WHAT IS BEING ASKED:
Your answer should repeat every line of the records below in which the word "CellType" appears.
━━━ EXTRACTED MATERIAL ━━━
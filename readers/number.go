package readers

import (
	"encoding/binary"
	"math"
	"math/bits"
	"unsafe"

	"strainledger/mesh"
)

// A number is one of VTK's number types.
type number uint8

const (
	int8Number number = iota + 1
	uint8Number
	int16Number
	uint16Number
	int32Number
	uint32Number
	int64Number
	uint64Number
	float32Number
	float64Number
	bitNumber    // eight to a byte, most significant first
	stringNumber // text
)

var numberNames = [...]string{"", "Int8", "UInt8", "Int16", "UInt16", "Int32", "UInt32", "Int64", "UInt64",
	"Float32", "Float64", "Bit", "String"}

var numberSizes = [...]int64{0, 1, 1, 2, 2, 4, 4, 8, 8, 4, 8, 0, 0}

func (n number) String() string { return numberNames[n] }

// size returns the bytes of one number; 0 for those that are not served.
func (n number) size() int64 { return numberSizes[n] }

func (n number) isFloat() bool { return n == float32Number || n == float64Number }

func (n number) isInteger() bool { return n >= int8Number && n <= uint64Number }

// numberNamed returns the type with VTK's name in XML files, or 0.
func numberNamed(name string) number {
	for n := int8Number; n <= stringNumber; n++ {
		if numberNames[n] == name {
			return n
		}
	}
	return 0
}

// littleHost reports whether this processor keeps the low byte first, so that
// arrays of little-endian files can be looked at as they are.
var littleHost = binary.NativeEndian.Uint16([]byte{1, 0}) == 1

// floats looks at the bytes as float64 in the host's order; they must be aligned.
func floatView(data []byte) []float64 {
	if len(data) == 0 {
		return nil
	}
	return unsafe.Slice((*float64)(unsafe.Pointer(unsafe.SliceData(data))), len(data)/8)
}

func typeView(data []byte) []mesh.CellType {
	if len(data) == 0 {
		return nil
	}
	return unsafe.Slice((*mesh.CellType)(unsafe.SliceData(data)), len(data))
}

// byteView looks at float64 as bytes.
func byteView(values []float64) []byte {
	if len(values) == 0 {
		return nil
	}
	return unsafe.Slice((*byte)(unsafe.Pointer(unsafe.SliceData(values))), 8*len(values))
}

func isAligned(data []byte) bool {
	return len(data) == 0 || uintptr(unsafe.Pointer(unsafe.SliceData(data)))%8 == 0
}

// swap reverses the bytes of each number, so that what follows is little-endian.
func swap(data []byte, size int64) {
	switch size {
	case 2:
		for ; len(data) >= 2; data = data[2:] {
			binary.LittleEndian.PutUint16(data, binary.BigEndian.Uint16(data))
		}
	case 4:
		for ; len(data) >= 4; data = data[4:] {
			binary.LittleEndian.PutUint32(data, binary.BigEndian.Uint32(data))
		}
	case 8:
		for ; len(data) >= 8; data = data[8:] {
			binary.LittleEndian.PutUint64(data, bits.ReverseBytes64(binary.LittleEndian.Uint64(data)))
		}
	}
}

// widen writes little-endian numbers as float64; data holds len(to) of them.
func (n number) widen(to []float64, data []byte) {
	switch n {
	case int8Number:
		for i := range to {
			to[i] = float64(int8(data[i]))
		}
	case uint8Number:
		for i := range to {
			to[i] = float64(data[i])
		}
	case int16Number:
		for i := range to {
			to[i] = float64(int16(binary.LittleEndian.Uint16(data[2*i:])))
		}
	case uint16Number:
		for i := range to {
			to[i] = float64(binary.LittleEndian.Uint16(data[2*i:]))
		}
	case int32Number:
		for i := range to {
			to[i] = float64(int32(binary.LittleEndian.Uint32(data[4*i:])))
		}
	case uint32Number:
		for i := range to {
			to[i] = float64(binary.LittleEndian.Uint32(data[4*i:]))
		}
	case int64Number:
		for i := range to {
			to[i] = float64(int64(binary.LittleEndian.Uint64(data[8*i:])))
		}
	case uint64Number:
		for i := range to {
			to[i] = float64(binary.LittleEndian.Uint64(data[8*i:]))
		}
	case float32Number:
		for i := range to {
			to[i] = float64(math.Float32frombits(binary.LittleEndian.Uint32(data[4*i:])))
		}
	case float64Number:
		for i := range to {
			to[i] = math.Float64frombits(binary.LittleEndian.Uint64(data[8*i:]))
		}
	}
}

// label writes little-endian numbers as whole numbers; what is none, or does not
// fit, becomes [mesh.NoLabel].
func (n number) label(to []int64, data []byte) {
	switch n {
	case uint64Number:
		for i := range to {
			to[i] = int64(binary.LittleEndian.Uint64(data[8*i:]))
			if to[i] < 0 {
				to[i] = mesh.NoLabel
			}
		}
	case float32Number:
		for i := range to {
			to[i] = wholeNumber(float64(math.Float32frombits(binary.LittleEndian.Uint32(data[4*i:]))))
		}
	case float64Number:
		for i := range to {
			to[i] = wholeNumber(math.Float64frombits(binary.LittleEndian.Uint64(data[8*i:])))
		}
	default:
		n.integers(to, data)
	}
}

func wholeNumber(value float64) int64 {
	if value != math.Trunc(value) || value < -1<<63 || value >= 1<<63 {
		return mesh.NoLabel
	}
	return int64(value)
}

// integers writes little-endian whole numbers; of UInt64 those above 2⁶³-1 come
// out negative.
func (n number) integers(to []int64, data []byte) {
	switch n {
	case int8Number:
		for i := range to {
			to[i] = int64(int8(data[i]))
		}
	case uint8Number:
		for i := range to {
			to[i] = int64(data[i])
		}
	case int16Number:
		for i := range to {
			to[i] = int64(int16(binary.LittleEndian.Uint16(data[2*i:])))
		}
	case uint16Number:
		for i := range to {
			to[i] = int64(binary.LittleEndian.Uint16(data[2*i:]))
		}
	case int32Number:
		for i := range to {
			to[i] = int64(int32(binary.LittleEndian.Uint32(data[4*i:])))
		}
	case uint32Number:
		for i := range to {
			to[i] = int64(binary.LittleEndian.Uint32(data[4*i:]))
		}
	case int64Number, uint64Number:
		for i := range to {
			to[i] = int64(binary.LittleEndian.Uint64(data[8*i:]))
		}
	}
}

// nodes narrows little-endian whole numbers to int32 and reports whether all are in
// [0, points), with points at most 2³¹-1. One pass: a number out of range shows as
// a set sign bit of (points - 1 - number) or of the number itself.
func (n number) nodes(to []int32, data []byte, points int64) bool {
	last := points - 1
	var signs int64
	switch n {
	case int64Number, uint64Number:
		data = data[:8*len(to)]
		for i := range to {
			id := int64(binary.LittleEndian.Uint64(data[8*i:]))
			signs |= id | (last - id)
			to[i] = int32(id)
		}
	case int32Number:
		data = data[:4*len(to)]
		for i := range to {
			id := int32(binary.LittleEndian.Uint32(data[4*i:]))
			signs |= int64(id) | (last - int64(id))
			to[i] = id
		}
	case uint32Number:
		for i := range to {
			id := int64(binary.LittleEndian.Uint32(data[4*i:]))
			signs |= last - id
			to[i] = int32(id)
		}
	default:
		var one [1]int64
		size := n.size()
		for i := range to {
			n.integers(one[:], data[int64(i)*size:])
			signs |= one[0] | (last - one[0])
			to[i] = int32(one[0])
		}
	}
	return signs >= 0
}
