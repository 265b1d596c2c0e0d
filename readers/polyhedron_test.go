package readers

import (
	"errors"
	"fmt"
	"slices"
	"strings"
	"testing"
)

// A cube of unit size as a polyhedron, beside it a tetrahedron and another cube.
const cubePoints = `0 0 0 1 0 0 1 1 0 0 1 0 0 0 1 1 0 1 1 1 1 0 1 1 2 0 0 2 1 0 2 0 1 2 1 1`

var (
	cubeStream   = []int32{6, 4, 0, 3, 2, 1, 4, 4, 5, 6, 7, 4, 0, 1, 5, 4, 4, 1, 2, 6, 5, 4, 2, 3, 7, 6, 4, 3, 0, 4, 7}
	secondStream = []int32{6, 4, 1, 2, 9, 8, 4, 5, 10, 11, 6, 4, 1, 8, 10, 5, 4, 8, 9, 11, 10, 4, 9, 2, 6, 11, 4, 1, 5, 6, 2}
)

func join(values []int32) string { return strings.Trim(fmt.Sprint(values), "[]") }

func polyhedraFile(version, cells string) string {
	return fmt.Sprintf(`<VTKFile type="UnstructuredGrid" version="%s"><UnstructuredGrid><Piece NumberOfPoints="12" NumberOfCells="3">
<Points><DataArray type="Float64" NumberOfComponents="3" format="ascii">%s</DataArray></Points>
<Cells><DataArray type="Int64" Name="connectivity" format="ascii">0 1 2 3 4 5 6 7 0 1 2 4 1 2 5 6 8 9 10 11</DataArray>
<DataArray type="Int64" Name="offsets" format="ascii">8 12 20</DataArray>
<DataArray type="UInt8" Name="types" format="ascii">42 10 42</DataArray>
%s</Cells></Piece></UnstructuredGrid></VTKFile>`, version, cubePoints, cells)
}

func streamsFile(faces, ends string) string {
	return polyhedraFile("1.0", fmt.Sprintf(`<DataArray type="Int64" Name="faces" format="ascii">%s</DataArray>
<DataArray type="Int64" Name="faceoffsets" format="ascii">%s</DataArray>`, faces, ends))
}

// facesFile lists twelve faces in the layout of version 2.3; the sixth is used by both.
func facesFile(ofCells, ends string) string {
	var nodes, faceEnds []int32
	for _, stream := range [][]int32{cubeStream, secondStream} {
		for at := 1; at < len(stream); at += 5 {
			nodes = append(nodes, stream[at+1:at+5]...)
			faceEnds = append(faceEnds, int32(len(nodes)))
		}
	}
	return polyhedraFile("2.3", fmt.Sprintf(`<DataArray type="Int64" Name="face_connectivity" format="ascii">%s</DataArray>
<DataArray type="Int64" Name="face_offsets" format="ascii">%s</DataArray>
<DataArray type="Int64" Name="polyhedron_to_faces" format="ascii">%s</DataArray>
<DataArray type="Int64" Name="polyhedron_offsets" format="ascii">%s</DataArray>`, join(nodes), join(faceEnds), ofCells, ends))
}

func legacyPolyhedra(version string) string {
	text := "# vtk DataFile Version " + version + "\n\nASCII\nDATASET UNSTRUCTURED_GRID\nPOINTS 12 double\n" + cubePoints + "\n"
	first, second := len(cubeStream), len(secondStream)
	if version < "5" {
		text += fmt.Sprintf("CELLS 3 %d\n%d %s\n4 0 1 2 4\n%d %s\n", first+second+7, first, join(cubeStream), second, join(secondStream))
	} else {
		text += fmt.Sprintf("CELLS 4 %d\nOFFSETS vtktypeint64\n0 %d %d %d\nCONNECTIVITY vtktypeint64\n%s 0 1 2 4 %s\n",
			first+second+4, first, first+4, first+second+4, join(cubeStream), join(secondStream))
	}
	return text + "CELL_TYPES 3\n42 10 42\n"
}

func TestPolyhedraInEveryLayout(t *testing.T) {
	streams := join(cubeStream) + " " + join(secondStream)
	for name, text := range map[string]string{
		"faces": streamsFile(streams, "31 -1 62"), "face_offsets": facesFile("0 1 2 3 4 5 6 7 8 9 10 11", "6 6 12"),
		"legacy 4.2": legacyPolyhedra("4.2"), "legacy 5.1": legacyPolyhedra("5.1"),
	} {
		for _, chunk := range []int64{8192, 1, 2} {
			model, err := openBytes([]byte(text), Options{})
			if err != nil {
				t.Fatal(err)
			}
			got, err := gather(model, -1, chunk)
			if err != nil {
				t.Fatalf("%s: %v", name, err)
			}
			if faces := facesOf(got); !slices.Equal(faces, append(slices.Clone(cubeStream), secondStream...)) {
				t.Errorf("%s by %d: faces %v", name, chunk, faces)
			}
			first, second := slices.Sorted(slices.Values(got.nodes[0])), slices.Sorted(slices.Values(got.nodes[2]))
			if !slices.Equal(first, []int32{0, 1, 2, 3, 4, 5, 6, 7}) || !slices.Equal(second, []int32{1, 2, 5, 6, 8, 9, 10, 11}) {
				t.Errorf("%s by %d: nodes %v", name, chunk, got.nodes)
			}
			if want := 2 + 1./6; got.measure["3"] < want*(1-1e-14) || got.measure["3"] > want*(1+1e-14) {
				t.Errorf("%s by %d: volume %v, want %v", name, chunk, got.measure["3"], want)
			}
		}
	}
}

func TestPolyhedronErrors(t *testing.T) {
	streams := join(cubeStream) + " " + join(secondStream)
	for _, test := range []struct{ text, need string }{
		{polyhedraFile("1.0", ""), "cell 0: found a polyhedron and no arrays of faces"},
		{streamsFile(streams, "31 -1 61"), "cell 2: found face 5 with 4 nodes and 3 entries"},
		{streamsFile(streams, "31 -1 63"), "cell 2: 1 more values needed here, found none"},
		{streamsFile(streams+" 0", "31 -1 63"), "cell 2: found 1 entries behind the last face"},
		{streamsFile(streams, "31 -1 -1"), "cell 2: found the end of the faces at -1"},
		{streamsFile(streams, "-1 -1 62"), "cell 0: found the end of the faces at -1"},
		{streamsFile("3"+streams[1:], "31 -1 62"), "cell 0: found a face stream of 31 entries that announces 3 faces"},
		{streamsFile(strings.Replace(streams, "4 0 3 2 1", "2 0 3 2 1", 1), "31 -1 62"), "cell 0: found face 0 with 2 nodes"},
		{streamsFile(strings.Replace(streams, "4 0 3 2 1", "4 0 3 2 12", 1), "31 -1 62"), "cell 0: found point number 12 on face 0, need 0 to 11"},
		{facesFile("0 1 2 3 4 5 6 7 8 9 10 12", "6 6 12"), "cell 2: found face 12, need 0 to 11"},
		{facesFile("0 1 2 3 4 5 6 7 8 9 10 11", "6 6 13"), "cell 2: 1 more values needed here, found none"},
		{facesFile("0 1 2 3 4 5 6 7 8 9 10 11", "6 6 5"), "cell 2: found the end of the faces at 5"},
		{facesFile("0 1 2 3 4 5 6 7 8 9 10 11", "3 6 12"), "cell 0: found a face stream"},
		{strings.Replace(legacyPolyhedra("4.2"), "6 4 0 3 2 1", "6 4 0 3 2 -1", 1), "cell 0: found point number -1 on face 0"},
		{strings.Replace(legacyPolyhedra("5.1"), "6 4 1 2 9 8", "7 4 1 2 9 8", 1), "cell 2: found the end of the face stream after 6 of 7 faces"},
	} {
		if err := readError(test.text, Options{}); !errors.Is(err, ErrMalformed) && !errors.Is(err, ErrTruncated) || !strings.Contains(err.Error(), test.need) {
			t.Errorf("error %v, want %q", err, test.need)
		}
	}
}
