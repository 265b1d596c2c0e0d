package readers

import (
	"bytes"
	"strconv"
	"strings"

	"strainledger/mesh"
)

// word returns the next word; at the end of the file "" and ends is set.
func (l *legacyFile) word() (string, error) {
	word, err := l.peek()
	l.ends = err == nil && word == ""
	l.window.at += len(word)
	return word, err
}

// peek returns the next word without passing it.
func (l *legacyFile) peek() (string, error) {
	if _, found, err := l.window.blanks(); err != nil || !found {
		return "", err
	}
	w := l.window
	for searched := 0; ; {
		text := w.buffer[w.at:]
		for searched < len(text) && text[searched] > ' ' {
			searched++
		}
		if int64(searched) > l.limits.Text {
			return "", w.fail(overLimit("found a word of more than %d bytes; need fewer than the limit for texts", l.limits.Text))
		}
		if searched < len(text) {
			return string(text[:searched]), nil
		}
		if more, err := w.more(); err != nil || !more {
			return string(text), err
		}
	}
}

// keyword returns the next word in capitals.
func (l *legacyFile) keyword() (string, error) {
	word, err := l.word()
	return strings.ToUpper(word), err
}

// name returns the next word as the name of an array.
func (l *legacyFile) name() (string, error) {
	word, err := l.word()
	if err == nil && l.ends {
		err = l.window.fail(truncated("found no name of an array"))
	}
	return decodePercent(word), err
}

// count returns the next word as a count.
func (l *legacyFile) count(what string) (int64, error) {
	word, err := l.word()
	if err != nil {
		return 0, err
	}
	value, err := strconv.ParseInt(word, 10, 64)
	switch {
	case l.ends:
		return 0, l.window.fail(truncated("found no number of %s", what))
	case err != nil || value < 0:
		return 0, l.window.fail(malformed("found %.40q, need a number of %s", word, what))
	}
	return value, nil
}

// line returns the rest of the line and moves behind it.
func (l *legacyFile) line() (string, error) {
	w := l.window
	if _, err := w.rest(); err != nil {
		return "", err
	}
	for searched := 0; ; {
		text := w.buffer[w.at:]
		length, isEnd := len(text), false
		if i := bytes.IndexByte(text[searched:], '\n'); i >= 0 {
			length, isEnd = searched+i, true
		}
		if int64(length) > l.limits.Text {
			return "", w.fail(overLimit("found a line of more than %d bytes; need fewer than the limit for texts", l.limits.Text))
		}
		if isEnd {
			w.at += length + 1
			return strings.TrimSuffix(string(text[:length]), "\r"), nil
		}
		searched = length
		if more, err := w.more(); err != nil {
			return "", err
		} else if !more {
			w.at += length
			return string(text), nil
		}
	}
}

// sameLine reports whether the next word stands in the line of the one before. The
// blanks between them are still in memory when peek has just been called.
func (l *legacyFile) sameLine() bool {
	w := l.window
	for i := w.at - 1; i >= 0 && w.buffer[i] <= ' '; i-- {
		if w.buffer[i] == '\n' {
			return false
		}
	}
	return true
}

// A legacyNumber is a number type of the legacy format. Long has 8 bytes or, from
// some systems, 4. The numbers that VTK keeps as its own integers take 4 bytes.
type legacyNumber struct {
	number number
	isLong bool
	isID   bool
}

var legacyNumbers = map[string]legacyNumber{
	"bit": {number: bitNumber}, "char": {number: int8Number}, "signed_char": {number: int8Number},
	"unsigned_char": {number: uint8Number}, "short": {number: int16Number}, "unsigned_short": {number: uint16Number},
	"int": {number: int32Number}, "unsigned_int": {number: uint32Number},
	"long": {number: int64Number, isLong: true}, "unsigned_long": {number: uint64Number, isLong: true},
	"vtktypeint8": {number: int8Number}, "vtktypeuint8": {number: uint8Number},
	"vtktypeint16": {number: int16Number}, "vtktypeuint16": {number: uint16Number},
	"vtktypeint32": {number: int32Number}, "vtktypeuint32": {number: uint32Number},
	"vtktypeint64": {number: int64Number}, "vtktypeuint64": {number: uint64Number},
	"vtktypefloat32": {number: float32Number}, "vtktypefloat64": {number: float64Number},
	"vtkidtype": {number: int32Number, isID: true}, "float": {number: float32Number}, "double": {number: float64Number},
	"string": {number: stringNumber}, "utf8_string": {number: stringNumber},
}

// numberType returns the next word as a number type.
func (l *legacyFile) numberType() (legacyNumber, error) {
	word, err := l.word()
	if err != nil {
		return legacyNumber{}, err
	}
	n, ok := legacyNumbers[strings.ToLower(word)]
	if !ok {
		return n, l.window.fail(unsupported("found the number type %.40q, need one of the legacy format (int, float, double ...)", word))
	}
	return n, nil
}

// array reads a type and passes over so many values of it.
func (l *legacyFile) array(name string, on mesh.Location, components, tuples int64) (*column, error) {
	n, err := l.numberType()
	if err != nil {
		return nil, err
	}
	a, err := l.typed(name, on, n, components, tuples)
	if err != nil {
		return nil, err
	}
	return a, l.trailing(a)
}

// typed passes over the values of an array. Where long may have two sizes, that is
// taken behind which a line ends or a keyword stands.
func (l *legacyFile) typed(name string, on mesh.Location, n legacyNumber, components, tuples int64) (*column, error) {
	if n.isID && !l.isBinary {
		n.number = int64Number
	}
	start := l.window.offset()
	a, err := l.values(name, on, n.number, components, tuples)
	if n.isLong && l.isBinary && tuples > 0 && (err != nil || !l.isBlockEnd()) {
		if err := l.window.jump(start); err != nil {
			return nil, err
		}
		short := int32Number
		if n.number == uint64Number {
			short = uint32Number
		}
		b, shortErr := l.values(name, on, short, components, tuples)
		if shortErr == nil && (err != nil || l.isBlockEnd()) {
			return b, nil
		}
		if err == nil {
			err = l.window.jump(a.start + a.length)
		}
	}
	if err == nil && n.isID {
		a.Type = int64Number.String()
	}
	return a, err
}

// isBlockEnd reports whether a block of values may end here: at the end of a line or of
// the file, or before a keyword.
func (l *legacyFile) isBlockEnd() bool {
	rest, err := l.window.rest()
	if err != nil || len(rest) == 0 {
		return err == nil
	}
	isLine := rest[0] == '\n' || rest[0] == '\r'
	word, err := l.peek()
	if err != nil {
		return false
	}
	isKeyword := legacyKeywords[strings.ToUpper(word)]
	for _, c := range []byte(word) {
		if c > '~' {
			return false
		}
	}
	return isLine && len(word) < 256 || isKeyword
}

// legacyKeywords are those that may follow an array of point or cell data.
var legacyKeywords = map[string]bool{
	"POINT_DATA": true, "CELL_DATA": true, "SCALARS": true, "VECTORS": true, "NORMALS": true, "TENSORS": true,
	"TENSORS6": true, "GLOBAL_IDS": true, "PEDIGREE_IDS": true, "EDGE_FLAGS": true, "TEXTURE_COORDINATES": true,
	"COLOR_SCALARS": true, "LOOKUP_TABLE": true, "FIELD": true, "METADATA": true,
}

// values passes over values and returns where they are.
func (l *legacyFile) values(name string, on mesh.Location, n number, components, tuples int64) (*column, error) {
	if components < 1 || components > 1<<31 || tuples > (1<<60)/components {
		return nil, l.window.fail(malformed("array %.40q: found %d tuples with %d components, need fewer", name, tuples, components))
	}
	a := &column{
		Array: mesh.Array{Name: name, On: on, Type: n.String(), Components: int(components), Tuples: tuples},
		file:  l.file, number: n, start: l.window.offset(), payload: payload{form: emptyForm},
	}
	count := tuples * components
	if count == 0 {
		return a, nil
	}
	switch {
	case n == stringNumber && l.isBinary:
		return a, l.binaryStrings(a, count)
	case n == stringNumber:
		return a, l.textStrings(a, count)
	case l.isBinary:
		return a, l.binaryValues(a, count)
	}
	return a, l.textValues(a, count)
}

// binaryValues passes over a run of bytes behind the end of the line.
func (l *legacyFile) binaryValues(a *column, count int64) error {
	if _, err := l.line(); err != nil {
		return err
	}
	bytes := count * a.number.size()
	if a.number == bitNumber {
		bytes = (count + 7) / 8
	}
	a.start = l.window.offset()
	if found := l.file.size - a.start; bytes > found {
		return a.fail(truncated("%d tuples with %s need %d bytes, found %d", a.Tuples, counted(a.Components, "component"), bytes, found))
	}
	plain := payload{form: plainForm, length: bytes, stored: stored{file: l.file, start: a.start}}
	if a.number == bitNumber {
		a.content = l.bytesOf(a, plain)
	} else {
		a.payload, a.bigEndian = plain, true
	}
	return l.window.jump(a.start + bytes)
}

// textValues passes over words and keeps the index that counting them makes.
func (l *legacyFile) textValues(a *column, count int64) error {
	if room := (l.file.size - a.start + 1) / 2; count > room {
		return a.fail(truncated("%d tuples with %s need %d values, found room for %d", a.Tuples, counted(a.Components, "component"), count, room))
	}
	text := newIndex(l.file, a.start, l.file.size, true)
	c := l.cursor
	page, before, found, err := text.page(&c.hand, room(&c.page, pageSize+1), count-1)
	if err != nil {
		return a.fail(err)
	}
	if !found {
		return a.fail(truncated("%d tuples with %s need %d values, found %d", a.Tuples, counted(a.Components, "component"), count, before))
	}
	words := &words{hand: &c.hand}
	if err := words.seek(text, page, before, count-1); err != nil {
		return a.fail(err)
	}
	if err := words.skip(1); err != nil {
		return a.fail(err)
	}
	text.end = words.offset
	if words := (payload{form: textForm, text: text}); a.number == bitNumber {
		a.content = l.bytesOf(a, words)
	} else {
		a.payload = words
	}
	return l.window.jump(words.offset)
}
━━━
SOLUTION TO THE PROBLEM:
func typeView(data []byte) []mesh.CellType {
	return unsafe.Slice((*mesh.CellType)(unsafe.SliceData(data)), len(data))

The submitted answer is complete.